Note :

Le livre sur Van Cliburn offre un regard approfondi sur sa vie, avec de riches anecdotes et une description chaleureuse de son caractère. Cependant, il a été critiqué pour son manque de profondeur critique, son caractère incomplet et le fait qu'il n'explore pas pleinement les relations personnelles ou les luttes de Cliburn.
Avantages:⬤ Ce livre fournit beaucoup d'informations détaillées et d'anecdotes sur la vie de Van Cliburn
⬤ il est très bien documenté et offre un hommage chaleureux à son personnage
⬤ il inclut des histoires intéressantes sur ses racines texanes et son enfance
⬤ bon service et livraison rapide.
⬤ Couverture incomplète de la vie de Cliburn, qui s'est terminée une décennie avant sa mort
⬤ manque de perspectives critiques et n'aborde pas sa sexualité ou ses relations personnelles
⬤ se présente principalement comme une série de vignettes flatteuses sans analyse plus approfondie
⬤ semble superficielle par rapport à d'autres biographies.
(basé sur 10 avis de lecteurs)
The Van Cliburn Story
Lorsqu'un Texan de vingt-trois ans, longiligne, sans prétention et incroyablement doué, a pris Moscou d'assaut en 1958, il a lancé une carrière sensationnelle qui a débuté à l'âge de treize ans et qui devait s'étendre sur plus de quatre décennies.

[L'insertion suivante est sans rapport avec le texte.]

import { ChangeDetectionStrategy, Component, computed, effect, inject, untracked } from '@angular/core';
import { NonNullableFormBuilder, ReactiveFormsModule } from '@angular/forms';
import { MatAutocompleteModule } from '@angular/material/autocomplete';
import { MatButtonModule } from '@angular/material/button';
import { MatFormFieldModule } from '@angular/material/form-field';
import { MatIconModule } from '@angular/material/icon';
import { MatInputModule } from '@angular/material/input';
import { MatSnackBar } from '@angular/material/snack-bar';
import { RoomEditor } from '../editor/room-editor';
import { groupProblem, personNameProblem, problemValidator, strengthProblem } from '../editor/validation';

/** Edits what is selected on the map: one person, several people, or one tie. */
@Component({
  selector: 'app-map-inspector',
  imports: [ReactiveFormsModule, MatAutocompleteModule, MatButtonModule, MatFormFieldModule, MatIconModule, MatInputModule],
  templateUrl: './map-inspector.html',
  styleUrl: './map-inspector.scss',
  changeDetection: ChangeDetectionStrategy.OnPush,
})
export class MapInspector {
  protected readonly editor = inject(RoomEditor);
  private readonly snack = inject(MatSnackBar);
  private readonly fb = inject(NonNullableFormBuilder);

  protected readonly person = this.fb.group({
    name: ['', problemValidator((v: string) => personNameProblem(v))],
    group: ['', problemValidator((v: string) => groupProblem(v))],
  });
  protected readonly many = this.fb.group({ group: ['', problemValidator((v: string) => groupProblem(v))] });
  protected readonly tie = this.fb.group({ strength: [1 as number | string, problemValidator((v: unknown) => strengthProblem(v))] });

  protected readonly state = computed(() => {
    this.editor.selectionRevision();
    this.editor.revision();
    const s = this.editor.selection;
    const m = this.editor.model;
    if (s.tie) {
      const t = m.ties.get(s.tie);
      if (!t) return { kind: 'none' as const };
      return { kind: 'tie' as const, tie: t, source: m.people.get(t.source)?.name ?? '?', target: m.people.get(t.target)?.name ?? '?' };
    }
    if (s.size === 1) {
      const p = m.people.get(s.ids()[0]);
      if (!p) return { kind: 'none' as const };
      return { kind: 'person' as const, person: p, ties: m.tiesOf(p.lid).length };
    }
    if (s.size > 1) return { kind: 'many' as const, count: s.size, pinned: s.ids().filter((l) => m.people.get(l)?.pinned).length };
    return { kind: 'none' as const };
  });

  constructor() {
    effect(() => {
      const st = this.state();
      untracked(() => {
        if (st.kind === 'person') this.person.setValue({ name: st.person.name, group: st.person.group ?? '' }, { emitEvent: false });
        if (st.kind === 'tie') this.tie.setValue({ strength: st.tie.strength }, { emitEvent: false });
      });
    });
  }

  protected savePerson(): void {
    const st = this.state();
    if (st.kind !== 'person' || this.person.invalid) return;
    const name = this.person.controls.name.value.trim();
    const group = this.person.controls.group.value.trim() || null;
    const changes: { name?: string; group?: string | null } = {};
    if (name !== st.person.name) changes.name = name;
    if (group !== st.person.group) changes.group = group;
    if (Object.keys(changes).length)
      this.editor.updatePerson(st.person.lid, changes, changes.name ? `Rename ${st.person.name}` : 'Change group');
  }

  protected saveGroupForMany(): void {
    if (this.many.invalid) return;
    const group = this.many.controls.group.value.trim() || null;
    const ids = this.editor.selection.ids();
    this.editor.execute(
      `Move ${ids.length} people to ${group ?? 'no group'}`,
      ids.map((lid) => ({ op: 'updatePerson' as const, lid, changes: { group } })),
    );
  }

  protected saveStrength(): void {
    const st = this.state();
    if (st.kind !== 'tie' || this.tie.invalid) return;
    this.editor.setTieStrength(st.tie.lid, Number(String(this.tie.controls.strength.value).replace(',', '.')));
  }

  protected setPinned(pinned: boolean): void {
    this.editor.setPinned(this.editor.selection.ids(), pinned);
  }

  deleteSelection(): void {
    const s = this.editor.selection;
    if (s.tie) {
      this.editor.deleteTies([s.tie]);
      this.offerUndo('Tie deleted.');
    } else if (s.size) {
      const n = s.size;
      this.editor.deletePeople(s.ids());
      this.offerUndo(n === 1 ? 'Person deleted with their ties.' : `${n} people deleted with their ties.`);
    }
  }

  private offerUndo(message: string): void {
    this.snack
      .open(message, 'Undo', { duration: 6000 })
      .onAction()
      .subscribe(() => this.editor.undo());
  }
}
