/**
 * Steps of the branch and bound (plan-exhaustive.ts) that need no search state beyond one node:
 * the child bounds of a node (bound 2 per child and the window bound, docs/bounds.md section 5)
 * in O(|C| r) per child, and the exact totals of every three-starter completion in O(1) each
 * (identity 1 applied twice).
 */
import type { CandState } from './plan-branch-state';

/** Per-depth scratch of one node: its state, the candidates by decreasing gain, the child bounds. */
export interface Level {
  readonly state: CandState;
  readonly order: Int32Array;
  readonly gain: Float64Array;
  readonly childLb: Float64Array;
  readonly suffixMin: Float64Array;
  /** Position of the child being explored (for the pending lower bound). */
  at: number;
  size: number;
}

/** What the steps need from the search: the floor, pruning, and the incumbent. */
export interface LeafHost {
  readonly floor: number;
  pruneAt(lb: number): boolean;
  improves(total: number): boolean;
  leaf(total: number, set: () => number[]): void;
}

export type TripleScratch = Record<'col' | 'row' | 'diag' | 'h' | 'c' | 'g' | 'sufMax', Float64Array>;

/**
 * r = 3: every completion S + x + y + z with x = order[p] and y, z later, evaluated in O(1)
 * each (identity 1 applied twice to the entries of y and z), skipping y when even the largest
 * later ρ_z(S + x) cannot bring the total below the best (supermodularity: ρ_z(S + x + y) <= ρ_z(S + x)).
 */
export function tripleLeaves(s: CandState, lv: Level, p: number, trip: TripleScratch, host: LeafHost): void {
  const { N, h, c, m } = s;
  const x = lv.order[p];
  const rx = x * m;
  const nxx = N[rx + x];
  const t = trip;
  const len = m - p - 1;
  // Entries of the state after adding x, for the later candidates (index q - p - 1).
  for (let q = 0; q < len; q++) {
    const a = lv.order[p + 1 + q];
    const fa = N[a * m + x] / nxx;
    t.col[q] = fa;
    t.row[q] = N[rx + a];
    t.diag[q] = N[a * m + a] - fa * N[rx + a];
    t.h[q] = h[a] - fa * h[x];
    t.c[q] = c[a] - (c[x] * N[rx + a]) / nxx;
    t.sufMax[q] = Math.max(0, (t.h[q] * t.c[q]) / t.diag[q]);
  }
  let run = 0;
  for (let q = len - 1; q >= 0; q--) {
    const g = t.sufMax[q];
    t.sufMax[q] = run; // now: largest ρ_z(S + x) over z after q
    t.g[q] = g;
    run = Math.max(run, g);
  }
  const base = s.F - lv.gain[p];
  const ids = s.ids;
  for (let qy = 0; qy + 1 < len; qy++) {
    const after = base - t.g[qy];
    if (host.pruneAt(Math.max(host.floor, after - t.sufMax[qy]))) continue;
    const y = lv.order[p + 1 + qy];
    const dy = t.diag[qy];
    const hy = t.h[qy];
    const cy = t.c[qy];
    const ry = y * m;
    for (let qz = qy + 1; qz < len; qz++) {
      const z = lv.order[p + 1 + qz];
      const nzy = N[z * m + y] - t.col[qz] * t.row[qy];
      const nyz = N[ry + z] - t.col[qy] * t.row[qz];
      const f = nzy / dy;
      const gz = ((t.h[qz] - f * hy) * (t.c[qz] - (cy * nyz) / dy)) / (t.diag[qz] - f * nyz);
      const total = after - gz;
      if (host.improves(total)) host.leaf(total, () => [...s.starters, ids[x], ids[y], ids[z]]);
    }
  }
}

/**
 * childLb[p] = F - ρ_x(S) - top_{r-1} { min(ρ_y(S + x), ρ_y(S)) : y after x }, x = order[p];
 * suffixMin[p] = min over children p.. of childLb. The scan of later candidates stops once
 * the r - 1 kept values are all at least the next ρ_y(S) (gains are sorted, and ρ_y(S + x) <= ρ_y(S)).
 */
export function childBounds(s: CandState, lv: Level, r: number, buf: Float64Array, host: LeafHost): void {
  const m = s.m;
  const want = r - 1;
  const gain = lv.gain;
  // Cheap bound first: with gains at S (sorted), child p's bound is at least
  // F - (gain[p] + ... + gain[p + r - 1]), which only grows with p; once it prunes, all later children are pruned.
  let window = 0;
  for (let q = 0; q < Math.min(r, m); q++) window += gain[q];
  for (let p = 0; p < m; p++) {
    if (p > 0) window += (p + r - 1 < m ? gain[p + r - 1] : 0) - gain[p - 1];
    if (p + r > m) {
      lv.childLb[p] = Infinity;
      continue;
    }
    const cheap = s.F - window;
    if (host.pruneAt(cheap)) {
      for (let q = p; q < m; q++) lv.childLb[q] = cheap;
      break;
    }
    const x = lv.order[p];
    let kept = 0;
    let sum = 0;
    for (let q = p + 1; q < m; q++) {
      const cap = gain[q];
      if (kept === want && buf[kept - 1] >= cap) break;
      const v = Math.min(cap, Math.max(0, s.pairGain(x, lv.order[q])));
      if (kept < want) {
        let at = kept++;
        while (at > 0 && buf[at - 1] < v) {
          buf[at] = buf[at - 1];
          at--;
        }
        buf[at] = v;
        sum += v;
      } else if (v > buf[kept - 1]) {
        sum += v - buf[kept - 1];
        let at = kept - 1;
        while (at > 0 && buf[at - 1] < v) {
          buf[at] = buf[at - 1];
          at--;
        }
        buf[at] = v;
      }
    }
    lv.childLb[p] = kept < want ? Infinity : s.F - gain[p] - sum;
  }
  lv.suffixMin[m] = Infinity;
  for (let p = m - 1; p >= 0; p--) lv.suffixMin[p] = Math.min(lv.suffixMin[p + 1], lv.childLb[p]);
}

/** Local candidates sorted by decreasing gain at S (ties: earlier person first); insertion sort, m <= n. */
export function orderCandidates(s: CandState, lv: Level): void {
  const m = s.m;
  const { order, gain } = lv;
  const ids = s.ids;
  for (let q = 0; q < m; q++) {
    const v = Math.max(0, s.gain(q));
    let at = q;
    while (at > 0 && (gain[at - 1] < v || (gain[at - 1] === v && ids[order[at - 1]] > ids[q]))) {
      gain[at] = gain[at - 1];
      order[at] = order[at - 1];
      at--;
    }
    gain[at] = v;
    order[at] = q;
  }
}

/** Exact totals of S + x + y for every later y (r = 2): F - ρ_x(S) - ρ_y(S + x), x = order[p]. */
export function pairLeaves(s: CandState, lv: Level, p: number, host: LeafHost): void {
  const x = lv.order[p];
  const base = s.F - lv.gain[p];
  for (let q = p + 1; q < s.m; q++) {
    const y = lv.order[q];
    const t = base - s.pairGain(x, y);
    if (host.improves(t)) host.leaf(t, () => [...s.starters, s.ids[x], s.ids[y]]);
  }
}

En pleine guerre froide, ce pianiste sympathique et ouvert a enchanté le cœur des Américains et des Russes par son jeu qui tenait plus de la "communication personnelle que de la virtuosité exhibitionniste". En remportant le concours international de piano Tchaïkovski, parrainé par l'Union soviétique, Van Cliburn a immédiatement été soumis à des pressions politiques et artistiques, à une attention, à une adulation et à un examen minutieux qui auraient pu saboter tout jeune artiste n'ayant pas l'assurance et la conviction de Van Cliburn.
Au cours d'une carrière fulgurante qui a fait de Van Cliburn un héros culturel comparable aux Beatles, les faits sont devenus plus étranges que la fiction qui a abondé sur sa carrière qui "s'est essoufflée un an ou deux après le concours Tchaïkovski", sur la perte quasi-totale d'un bras ou sur sa retraite de onze ans dans la vie privée à partir de la fin des années soixante-dix.
Le mythe qui entourait le nom de Van Cliburn dans les années 50 et 60 est devenu une légende avec son retour triomphal en 1987 ? un événement qui allait incarner la nature poétique de toute la vie de Van. Répondant à l'invitation de Mikhaïl et Raïssa Gorbatchev lors d'un dîner d'État, Van a prouvé une fois de plus que la musique est bel et bien le langage universel de la compréhension, capable d'unir nos diverses cultures. Après avoir sauté de l'estrade pour embrasser Nancy Reagan et Raisa Gorbachev, Van a répondu à la demande de Raisa qui souhaitait plus de musique en jouant la chanson soviétique bien-aimée "Moscow Nights" ? la même chanson nostalgique qu'il avait apprise et interprétée lors de son premier voyage incroyable à Moscou en 1958.
Sous les yeux de millions d'Américains, l'habituel dîner d'État s'est transformé en un souvenir émouvant de Van chantant avec les Gorbatchev, tandis que toute la salle fondait en larmes. La Russie et l'Amérique ont uni leurs mains et leurs cœurs dans ce moment historique.